Quello che un tempo era il mio migliore amico, mi guarda per un secondo. Gli occhi annebbiati e il viso sgranato. Lo sto perdonando, anche se non lo dico, mi conosce e so che lo sta leggendo. Poggia i gomiti sulle ginocchia, lasciando le mani a penzoloni verso il pavimento e china la testa per scoppiare nuovamente in un pianto incessante. Mi ritrovo a ingoiare gli spilli che sento in gola ma, irruenti, le lacrime cominciano a pizzicarmi la vista.
Non so quanto tempo passi prima che lo stereo finisca di far girare l'intero cd.
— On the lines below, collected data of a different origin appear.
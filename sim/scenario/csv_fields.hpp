#pragma once
// The fields of one CSV line, for the strict readers of CSV inputs (the `replay` order file,
// sales histories, item files). A line is split at commas; blanks around a field are dropped;
// a field in double quotes may hold commas, and "" inside it is one double quote (RFC 4180),
// but a quoted field cannot span lines. Each field keeps its 1-based column for messages.

#include <optional>
#include <string>
#include <string_view>
#include <vector>

namespace larder {

/// One CSV field and the 1-based column where it starts.
struct CsvField {
  std::string text;
  int column = 1;
};

/// The 1-based column of a quote that opens a field and is never closed on `line` (the field
/// then swallows the commas after it, so the count of fields is off); nullopt when every quote
/// is closed. Readers say this instead of "expected N fields".
std::optional<int> unclosed_quote(std::string_view line);

/// Splits `line` (without its line end) into `out`, reusing its storage.
void split_fields(std::string_view line, std::vector<CsvField>& out);

/// Splits `line` (without its line end) into fields.
std::vector<CsvField> split_fields(std::string_view line);

/// A whole number: an optional `+` or `-` and decimal digits only, within long long.
std::optional<long long> whole_number(std::string_view text);

/// `text` for a message: at most `max` characters, bytes outside printable ASCII as \xNN, and
/// "..." when cut (input files may hold anything, including binary data).
std::string printable(std::string_view text, std::size_t max = 40);

}  // namespace larder
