#pragma once
// The rule for a random seed, shared by the scenario's `seed:` key and `--seed`: a whole
// number of decimal digits only, from 0 to 2^64 - 1 (no sign, exponent or fraction, so -1,
// 1e26 and 2^64 are refused rather than wrapped or rounded).

#include <cstdint>
#include <optional>
#include <string>
#include <string_view>

namespace larder {

/// The seed `text` holds, or nullopt when it breaks the rule.
std::optional<std::uint64_t> parse_seed_text(std::string_view text);

/// "seed must be a whole number in [0, 18446744073709551615]": the rule in words, after `what`.
std::string seed_rule(std::string_view what);

}  // namespace larder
Forse mezz'ora, forse due minuti, forse giorni. Forrester si alza quasi si stesse trascinando, guarda la stanza asciugandosi gli occhi e sorride davanti una foto sulla parete; mia sorella è seduta sulle sue gambe, si abbracciano su una panchina, gli lecca scherzosamente l'orecchio e questo finge un urlo disperato.
Raggiunge il ciglio della porta prima di girarsi un secondo verso di me.
«Mi mancherai per sempre» farfuglia con occhi bassi.
La porta si chiude, lasciandomi in un silenzio tombale. Per la prima volta però, fa meno paura.